Fuente: La Gaceta
Por Unai Cano
La persecución en Siria contra las minorías religiosas —alauitas y cristianos— no cesa. Pese al apoyo brindado por la Comisión Europea y el cambio de régimen, el Estado Islámico y grupos islamistas continúan sembrando el terror en aldeas y ciudades donde todavía sobreviven comunidades históricas. Las últimas denuncias hablan de incendios provocados en el Valle de los Cristianos (Wadi al-Nasara), lo que ha obligado a cientos de familias a abandonar sus hogares en una región que antaño llegó a concentrar a más de dos millones de cristianos y hoy apenas conserva 300.000.

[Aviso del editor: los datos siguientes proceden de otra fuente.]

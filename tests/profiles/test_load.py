"""Where profiles are found, and what is said when they are not."""

from __future__ import annotations

from collections.abc import Mapping
from pathlib import Path
from types import MappingProxyType

import pytest

from profiles.errors import ProfileError, ProfileNotFound
from profiles.load import (
    FOLDER_VARIABLE,
    available,
    find,
    load_any,
    load_bench,
    load_instrument,
    load_scan,
    load_sensor,
    load_source,
    shipped_folder,
    user_folder,
)

NOTHING: Mapping[str, str] = MappingProxyType({})


def copy_of(kind_folder: str, name: str, to: Path, replaced: Mapping[str, str] = NOTHING) -> Path:
    text = (shipped_folder() / kind_folder / f"{name}.toml").read_text("utf-8")
    for old, new in replaced.items():
        assert old in text
        text = text.replace(old, new)
    to.parent.mkdir(parents=True, exist_ok=True)
    to.write_text(text, "utf-8")
    return to


def test_profiles_of_every_kind_are_found_by_name() -> None:
    assert load_bench("demo-tank").name == "demo-tank"
    assert load_instrument("stage-iso").role == "stage"
    assert load_sensor("needle-0p4").nominal_radius_mm == 0.2
    assert load_source("focused-3").focal_length_mm == 40
    assert load_scan("demo-raster").raster is not None


def test_the_users_own_folder_is_searched_before_the_shipped_profiles(own_folder: Path) -> None:
    assert load_sensor("needle-0p4").highest_mhz == 40
    own = copy_of(
        "sensors", "needle-0p4", own_folder / "sensors" / "needle-0p4.toml", {"highest_mhz = 40": "highest_mhz = 33"}
    )
    assert find("sensor", "needle-0p4") == own
    assert load_sensor("needle-0p4").highest_mhz == 33
    assert find("sensor", "needle-1p0").is_relative_to(shipped_folder())


def test_an_own_profile_stands_beside_the_shipped_ones(own_folder: Path) -> None:
    copy_of("scans", "line-x", own_folder / "scans" / "line-mine.toml", {'"line-x"': '"line-mine"'})
    assert set(available("scan")) > {"line-x", "line-mine"}
    assert load_scan("line-mine").raster == load_scan("line-x").raster


def test_without_the_variable_the_customary_folder_is_used(monkeypatch: pytest.MonkeyPatch, tmp_path: Path) -> None:
    monkeypatch.delenv(FOLDER_VARIABLE)
    monkeypatch.setenv("XDG_CONFIG_HOME", str(tmp_path))
    monkeypatch.setenv("HOME", str(tmp_path))
    assert user_folder().is_relative_to(tmp_path)
    assert user_folder().parts[-2:] == ("truepivot", "profiles")


def test_a_file_is_read_wherever_it_is_and_whatever_its_name(tmp_path: Path) -> None:
    path = copy_of("benches", "quiet-tank", tmp_path / "other.toml")
    assert load_bench(path) == load_bench(str(path)) == load_bench("quiet-tank") == load_any(path)


def test_a_profile_found_by_name_bears_that_name(own_folder: Path) -> None:
    path = copy_of("scans", "line-x", own_folder / "scans" / "mine.toml")
    with pytest.raises(ProfileError) as caught:
        load_scan("mine")
    assert str(caught.value) == f"{path}: name: 'line-x' given; allowed: 'mine', as the file is called"


def test_an_unknown_name_is_told_with_its_neighbour_and_all_that_are_known() -> None:
    with pytest.raises(
        ProfileNotFound, match=r"^no bench is called 'demo-tonk'; did you mean demo-tank\? known: curve"
    ):
        load_bench("demo-tonk")
    with pytest.raises(ProfileNotFound, match=r"^no source is called 'needle-0p4'; known: focused-3, plane-2p25$"):
        load_source("needle-0p4")


def test_a_file_of_another_kind_is_refused(tmp_path: Path) -> None:
    path = copy_of("sensors", "needle-0p4", tmp_path / "x.toml")
    with pytest.raises(ProfileError) as caught:
        load_bench(path)
    assert f"{path}: kind: 'sensor' given; allowed: 'bench'" in caught.value.problems


@pytest.mark.parametrize(
    ("content", "told"),
    [
        (b"x = = 1\n", "is not TOML: Invalid value (at line 1, column 5)"),
        (b'kind = "scan"\nname = \n', "is not TOML: Invalid value (at line 2, column 8)"),
        (b"title = 'caf\xe9'\n", "is not UTF-8 text (byte 12)"),
        (b"", "kind: None given; allowed: instrument, bench, sensor, source, scan"),
        (b'kind = "tank"\n', "kind: 'tank' given; allowed: instrument, bench, sensor, source, scan"),
        (b"kind = [1]\n", "kind: [1] given; allowed: instrument, bench, sensor, source, scan"),
    ],
)
def test_a_file_that_is_no_profile_is_told_in_one_line(content: bytes, told: str, tmp_path: Path) -> None:
    path = tmp_path / "x.toml"
    path.write_bytes(content)
    with pytest.raises(ProfileError) as caught:
        load_any(path)
    assert str(caught.value) == f"{path}: {told}"


def test_a_file_that_is_not_there_is_told(tmp_path: Path) -> None:
    with pytest.raises(ProfileNotFound) as caught:
        load_scan(tmp_path / "none.toml")
    assert str(caught.value) == f"{tmp_path / 'none.toml'}: no such file"
    with pytest.raises(ProfileError, match=r": cannot be read: Is a directory$"):
        load_any(tmp_path)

Los ataques de julio marcaron un punto de inflexión: en la provincia meridional de Sweida, con fuerte presencia drusa y cristiana, comandos armados asesinaron a civiles y líderes religiosos, además de incendiar iglesias. El 13 de ese mes, la iglesia greco-melquita de San Miguel fue devastada por las llamas tras una incursión yihadista. Poco después, el pastor evangélico Khaled Mazir, convertido del drusismo al cristianismo, fue asesinado junto con más de veinte familiares. Testimonios recogidos por OSV News relatan que las milicias se retiraron tras ejecutar a decenas de personas en sus hogares y vehículos, dejando tras de sí amenazas de regresar.

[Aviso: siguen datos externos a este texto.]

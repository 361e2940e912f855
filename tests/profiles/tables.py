"""Shipped profiles as tables, and places in them, for tests that spoil one thing or several."""

from __future__ import annotations

from copy import deepcopy
from pathlib import Path
from typing import Any

from profiles.load import MODELS, Kind, every, read

Tables = dict[str, Any]
Place = tuple[str | int, ...]


def shipped(kind: Kind, name: str) -> Tables:
    """The tables of a shipped profile, without what belongs to the simulator."""
    path = next(p for k, n, p in every() if (k, n) == (kind, name))
    tables = read(path)
    tables.pop("simulation", None)
    return tables


def all_shipped() -> list[tuple[Kind, str, Path]]:
    """Kind, name and file of every profile; tests see no user's folder."""
    return list(every())


def models() -> list[Kind]:
    """All kinds."""
    return list(MODELS)


def places_of_tables(tables: Any, here: Place = ()) -> list[Place]:
    """Where the tables are, the top one included; not inside tables whose keys are free names."""
    found: list[Place] = []
    if isinstance(tables, dict):
        if here[-1:] != ("commands",) and here[-1:] != ("instruments",) and here[-1:] != ("axis_words",):
            found.append(here)
        for key, value in tables.items():
            found += places_of_tables(value, (*here, key))
    elif isinstance(tables, list):
        for index, value in enumerate(tables):
            found += places_of_tables(value, (*here, index))
    return found


def changed(tables: Tables, changes: dict[Place, Any]) -> Tables:
    """A copy with other values at some places; None takes a key away."""
    copy = deepcopy(tables)
    for place, value in changes.items():
        at: Any = copy
        for step in place[:-1]:
            at = at[step]
        if value is None:
            del at[place[-1]]
        else:
            at[place[-1]] = value
    return copy


def key(place: Place) -> str:
    """A place as problems name it."""
    return ".".join(map(str, place))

La oleada de violencia no se limitó a los cristianos. Más de 600 drusos fueron masacrados en Sweida, según el Observatorio Sirio de Derechos Humanos, lo que incluso motivó represalias selectivas de Israel en defensa de esta comunidad. Paralelamente, organizaciones humanitarias denunciaron que al menos mil personas de minorías religiosas —sobre todo drusos y cristianos— fueron asesinadas en los últimos meses por fuerzas militares sirias en colaboración con células ligadas al ISIS.
El informe más reciente de la Comisión de Investigación de la ONU sobre Siria añade otra capa de horror: desde marzo de este año se han documentado más de 1.400 muertes, la mayoría civiles, en un contexto de saqueos, desplazamientos forzados y torturas tras la detención de supuestos remanentes del antiguo gobierno. Entre las víctimas, unas cien eran mujeres, y numerosas familias quedaron arrasadas. La ONU también registró desapariciones forzadas de mujeres y niñas alauitas en varias localidades.
Un atentado suicida del 22 de junio reflejó con crudeza la magnitud del peligro. Ese día, un atacante se inmoló en plena misa en la iglesia de Mar Elías, en las afueras de Damasco, dejando al menos treinta entre muertos y heridos, según fuentes del Observatorio Sirio. Entre las víctimas, había niños.
Mientras tanto, los pocos sobrevivientes intentan refugiarse en templos y edificios comunitarios. En un ataque reciente, 38 viviendas cristianas quedaron reducidas a escombros, y las familias afectadas buscaron cobijo improvisado en una iglesia local. «No sabemos adónde huir; mi familia ya tiene las maletas hechas porque nos están masacrando», confesó un cristiano de Sweida bajo anonimato.
Desde el ámbito eclesiástico, el arzobispo Mourad advierte que Siria «se encuentra al borde de su disolución», aunque insiste en que la Iglesia debe permanecer fiel a su misión en esas tierras. «La idea de vaciar Siria de cristianos no es la voluntad de Dios», aseguró.
Ante este panorama, el doctor M. Zuhdi Jasser instó a la comunidad internacional a reaccionar más allá de la condena simbólica. Reclama investigaciones serias sobre las matanzas, exigir responsabilidades al nuevo gobierno sirio y dejar de reconocer a cualquier régimen que tolere o facilite crímenes contra minorías. «El islamismo no es una expresión legítima de fe, sino una ideología política extremista que amenaza a todos los pueblos de Siria», concluyó.